# tiguan wheels, same as?



## LoneRanger! (Jul 23, 2005)

tiguan wheels same as any of the other VW models?
I really like these rims but dont know where to look~


----------



## LoneRanger! (Jul 23, 2005)

*Re: tiguan wheels, same as? (LoneRanger!)*

also, I think these rims are the same as on this concept vehicle save for the full polished look!

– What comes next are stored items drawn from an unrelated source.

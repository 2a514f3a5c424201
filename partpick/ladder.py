"""[steps]: the fewest capacitors with relays that tune one coil over a span in equal frequency steps."""

from __future__ import annotations

import heapq
import math
from dataclasses import dataclass, replace
from fractions import Fraction

import numpy as np

from partpick.assessment import assess
from partpick.candidates import Coils, coil_figures, realisable_coils
from partpick.catalogue import select_capacitors
from partpick.circuit import Design, Network
from partpick.errors import InternalError, RequestError
from partpick.ladder_figures import ladder_keys
from partpick.objective import effort, enough_q, reactance_class, tolerance_floor
from partpick.parts import Capacitor, Catalogue
from partpick.preferred import commonness
from partpick.progress import Monitor
from partpick.quantities import format_quantity
from partpick.request import Band, Request
from partpick.result import Candidate, Proof, Result, RuledOut, Stage
from partpick.search.figures import quality_class, stray_class
from partpick.search.ladder import Coil, Ladders, Set, Span, least_pieces
from partpick.search.networks import PARALLEL
from partpick.search.problem import PLENTY, Floats, Ints

MOST_STEPS = 256
MOST_CAPACITORS = 12  # where the plan states no limit
MOST_NODES = 200_000  # part sets looked at; then the rest is left, and the result says so
NEVER = 10**12
ORDER = ("pieces", "q_class", "stray_class", "reactance_class", "effort", "commonness", "error_rank", "price")

Key = tuple[object, ...]


@dataclass(frozen=True)
class Steps:
    """The span in equal steps, as many as it takes for none to be coarser than asked."""

    low: float  # Hz
    high: float  # Hz
    count: int

    @property
    def step(self) -> float:
        """One step. [Hz]"""
        return (self.high - self.low) / self.count

    @property
    def positions(self) -> tuple[float, ...]:
        """Every wanted frequency, rising. [Hz]"""
        return (*(self.low + place * self.step for place in range(self.count)), self.high)


def steps_of(request: Request) -> Steps | None:
    """Return the steps that a request asks for, None where it states its bands.

    Raises
    ------
    RequestError
        There are more than can be told one by one.
    """
    table = dict(dict(request.extra).get("steps", ()))
    if not table:
        return None
    low, high, step = (float(str(table[name])) for name in ("from", "to", "step"))
    count = max(1, math.ceil((high - low) / step - 1e-9))
    if count > MOST_STEPS:
        raise RequestError(
            f"steps.step: {format_quantity(step, 'Hz')} makes {count} steps of the span; at most {MOST_STEPS} are planned"
        )
    return Steps(low, high, count)


def with_positions(request: Request, frequencies: tuple[float, ...]) -> Request:
    """Return the request with one band for each frequency, and no limit on the error but the step."""
    bands = tuple(
        Band(
            name=f"step {place}",
            at=frequency,
            stray=request.stray.capacitance,
            q=request.limits.q,
            forms=request.coil.forms,
            load=request.load,
        )
        for place, frequency in enumerate(frequencies)
    )
    return replace(request, bands=bands, switching="shared", limits=replace(request.limits, error=None))


def check_ladder(request: Request) -> None:
    """Refuse what is not planned with [steps].

    Raises
    ------
    RequestError
        Names the first key that does not go with it.
    """
    limits = request.limits
    refused = {
        "trimmer": request.trimmer is not None,
        "tuning": request.tuning is not None,
        "coil.taps": request.coil.taps,
        "limits.inductors": limits.inductors > 1,
        "limits.error": limits.error_stated,
        "limits.values": limits.values is not None,
        "limits.price": limits.price is not None,
        "limits.drift": limits.drift is not None,
        "limits.excess": limits.excess is not None,
        "limits.alignable": limits.alignable is not None,
        'capacitors.connect = "any"': request.capacitors.connect == "any",
        "stray.inductance": request.stray.inductance > 0,
        'switching = "stacked"': request.switching == "stacked",
        f"--by {request.by}": request.by != "build",
        **{f"[{name}]": True for name, _ in request.extra if name != "steps"},
    }
    for key, is_set in refused.items():
        if is_set:
            why = "half a step is its limit on the error" if key == "limits.error" else "leave it out"
            raise RequestError(f"{key}: is not planned together with [steps]; {why}")


# ---------------------------------------------------------------- the search over coils


def plan_ladder(request: Request, catalogue: Catalogue, top: int, monitor: Monitor) -> Result:
    """Return the ladders of fewest capacitors, one row a former, core or bought inductor.

    Parameters
    ----------
    request : Request
        With [steps], without bands.
    catalogue : Catalogue
        The parts in use.
    top : int
        How many candidates. [-]
    monitor : Monitor
        Hears of progress and says when to stop.

    Returns
    -------
    result : Result
        Its request has one band for each position.
    """
    check_ladder(request)
    steps = steps_of(request)
    assert steps is not None
    monitor.report("every coil that the stock can wind")
    ends = with_positions(request, (steps.low, (steps.low + steps.high) / 2, steps.high))
    capacitors = select_capacitors(catalogue, request.capacitors, False)
    if any((part.series_inductance or 0.0) < 0 for part in capacitors):
        raise InternalError("internal error: a capacitor has less than no inductance in series")
    field = _Field(ends, steps, realisable_coils(ends, catalogue), capacitors)
    rows, proof = _first_rows(field, top, monitor)
    told = with_positions(request, steps.positions)
    candidates = tuple(_candidate(field, told, catalogue, row, rank) for rank, row in enumerate(rows, 1))
    reason = _nothing(field) if proof.status == "infeasible" else None
    if candidates:
        proof = replace(proof, stages=_stages(candidates[0], proof))
    return Result(
        request=told, floor=field.floor, proof=proof, candidates=candidates, front=(), ruled_out_by=reason
    )


@dataclass(frozen=True)
class _Row:
    """One coil with its ladder: figures in order, then what settles ties."""

    key: Key
    coil: int
    ladder: Set


class _Field:
    """Coils and values of one request with what is known of each before any set is."""

    def __init__(self, request: Request, steps: Steps, coils: Coils, capacitors: tuple[Capacitor, ...]) -> None:
        self.request, self.steps, self.coils, self.capacitors = request, steps, coils, capacitors
        limits = request.limits
        self.most = MOST_CAPACITORS if limits.parts is None else min(limits.parts, MOST_CAPACITORS)
        self.most_relays = self.most if limits.contacts is None else min(limits.contacts, self.most)
        self.choices = _choices(capacitors, steps.high, request.units)
        values = sorted(self.choices)
        self.span = Span(
            low=steps.low,
            high=steps.high,
            step=steps.step,
            values=np.array([float(exact) for exact, _ in values]),
            series_inductance=np.array([leads for _, leads in values]),
            stock=np.array([len(self.choices[value]) for value in values], dtype=np.int64),
        )
        self.options = [self.choices[value] for value in values]
        self.common = commonness(self.span.values).astype(np.int64) if values else np.zeros(0, np.int64)
        self.floor = max(tolerance_floor(coils, capacitors, None), steps.step / 2 / steps.low)
        self.strays = coils.self_capacitance + request.stray.capacitance
        self.rows = np.flatnonzero(coils.in_play.all(axis=1))
        self.share = math.inf if request.stray.share is None else request.stray.share
        self.classes = self._classes()
        inductance, strays = coils.inductance[self.rows], self.strays[self.rows]
        open_room = 1.0 / ((2 * np.pi * (steps.high - self.span.half)) ** 2 * inductance[:, 2])
        self.least_base = np.where(strays > self.share * open_room * (1 + 1e-9), 1, 0).astype(np.int64)
        self.least = least_pieces(self.span, inductance, strays, self.most, self.least_base)

    def _classes(self) -> Ints:
        """Return of each coil in play classes of Q, strays, reactance, then effort as three, none above the truth."""
        coils, rows, bands = self.coils, self.rows, self.request.bands
        total = 1.0 / ((2 * np.pi * coils.frequency) ** 2 * coils.inductance[rows])
        own = [[_loss(part, float(f)) for part in self.capacitors] for f in coils.frequency]
        least = np.array([np.nanmin(each, initial=math.inf) for each in own])
        least = np.where(np.isfinite(least), least, 0.0)  # unknown of each of them: the class is worse anyway
        network = np.maximum(1.0 - self.strays[rows][:, None] / total - 3 * self.steps.step / self.steps.low, 0.0)
        loss = 1.0 / coils.q[rows] + network * least * (1 - 1e-6)
        enough = np.array([enough_q(band.highest, band.q) for band in bands])
        q = np.max([quality_class(loss[:, i], enough[i]) for i in range(len(bands))], axis=0)
        largest = 1.0 / ((2 * np.pi * (self.steps.high - self.span.half)) ** 2 * coils.inductance[rows, 2])
        strays = stray_class(self.strays[rows] / largest * (1 - 1e-4))
        omega = 2 * np.pi * coils.frequency
        reactance = np.max(
            [reactance_class(omega[i] * coils.inductance[rows, i], float(coils.frequency[i])) for i in (0, 2)], axis=0
        )
        return np.concatenate([np.stack([q, strays, reactance], axis=1), effort(coils)[rows]], axis=1)

    def coil(self, place: int) -> Coil:
        """Return one coil in play for the search."""
        row = self.rows[place]
        low, middle, high = (float(x) for x in self.coils.inductance[row])
        return Coil(self.span, (low, middle, high), float(self.strays[row]))

    def bound(self, place: int, pieces: int) -> Key:
        """Return figures that no ladder of a coil with so many capacitors ranks before."""
        q, strays, reactance, *work = (int(x) for x in self.classes[place])
        return (pieces + 1, q, strays, reactance, tuple(work))

    def parts_of(self, ladder: Set) -> tuple[int, ...]:
        """Return the parts of a ladder: of equal values the parts of least loss first."""
        used: dict[int, int] = {}
        parts = []
        for value in ladder.members:
            parts.append(self.options[value][used.get(value, 0)])
            used[value] = used.get(value, 0) + 1
        return tuple(parts)

    def key(self, place: int, ladder: Set) -> Key | None:
        """Return the figures of a ladder in order, None where a limit rules it out."""
        coil, row = self.coil(place), int(self.rows[place])
        rungs, wanted = coil.rungs(ladder.base, ladder.switched), np.array(self.steps.positions)
        nearest = np.abs(rungs[None, :] - wanted[:, None]).argmin(axis=1)
        error = float((np.abs(rungs[nearest] - wanted) / wanted).max())
        closed = np.concatenate(
            [
                np.ones((len(wanted), len(ladder.base))),
                (nearest[:, None] >> np.arange(len(ladder.switched))) & 1,
            ],
            axis=1,
        )
        if not (closed.any(axis=0)).all():
            return None  # a relay that no position closes
        parts = [self.capacitors[i] for i in self.parts_of(ladder)]
        total = self.strays[row] + np.array([coil.room(f) for f in rungs[nearest]])
        share = (self.strays[row] / total)[closed.any(axis=1)].max(initial=0.0)
        if share > self.share * (1 + 1e-9):
            return None
        q = self._quality(row, parts, closed, total, wanted)
        if q is None:
            return None
        strays = int(stray_class(np.array([(self.strays[row] / total).max()]))[0])
        _, _, reactance, *work = (int(x) for x in self.classes[place])
        prices = [part.unit_price for part in parts]
        own = float(self.coils.price[row])
        known = all(price is not None for price in prices) and math.isfinite(own)
        price = round(sum(p for p in prices if p is not None) * 100 + own * 100) if known else NEVER
        exact = tuple(part.exact for part in parts)
        return (
            len(parts) + 1, q, strays, reactance, tuple(work), int(self.common[list(ladder.members)].sum()),
            round(error * 1e9), price, int(self.coils.rank[row]), exact, tuple(part.label for part in parts),
        )  # fmt: skip

    def _quality(
        self, row: int, parts: list[Capacitor], closed: Floats, total: Floats, wanted: Floats
    ) -> int | None:
        """Return the class of the worst position's Q, None where the limit on Q rules it out."""
        values = np.array([part.value for part in parts])
        own = 1.0 / self.coils.q[row]
        coil_loss = np.interp(wanted, self.coils.frequency, own)
        loss = np.array([[_loss(part, float(f)) for part in parts] for f in wanted]).reshape(len(wanted), len(parts))
        loss = coil_loss + np.where(closed > 0, closed * values * loss, 0.0).sum(axis=1) / total
        limit = self.request.limits.q
        if limit is not None and not bool((1.0 / loss >= limit).all()):
            return None
        enough = np.array([enough_q(float(f), limit) for f in wanted])
        return int(quality_class(loss, enough).max())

http://www.powerwheelspro.com/...d=463
thoughts?
L.R.


----------



## blacksmoke194 (Jan 18, 2008)

*Re: tiguan wheels, same as? (LoneRanger!)*

those wheels look pretty decent...


----------



## blacksmoke194 (Jan 18, 2008)

*Re: tiguan wheels, same as? (LoneRanger!)*

as far as any other vw models...never seen em before


----------



## [email protected] (Apr 9, 2008)

*Re: tiguan wheels, same as? (LoneRanger!)*

The Tig shares many wheel fitments with the CC and Phaeton..............


----------



## LoneRanger! (Jul 23, 2005)

*Re: tiguan wheels, same as? ([email protected])*

Thanks Doc! I wish the T.R. had more rims!








L.R.


----------



## [email protected] (Apr 9, 2008)

*Re: tiguan wheels, same as? (LoneRanger!)*


_Quote, originally posted by *LoneRanger!* »_Thanks Doc! I wish the T.R. had more rims!








L.R.









So do I !

We have lots of new wheels coming this Spring, but we don't have a list of all the applications as of yet..... unless you're buying very soon, I'd have you check back with the website for updates next month


----------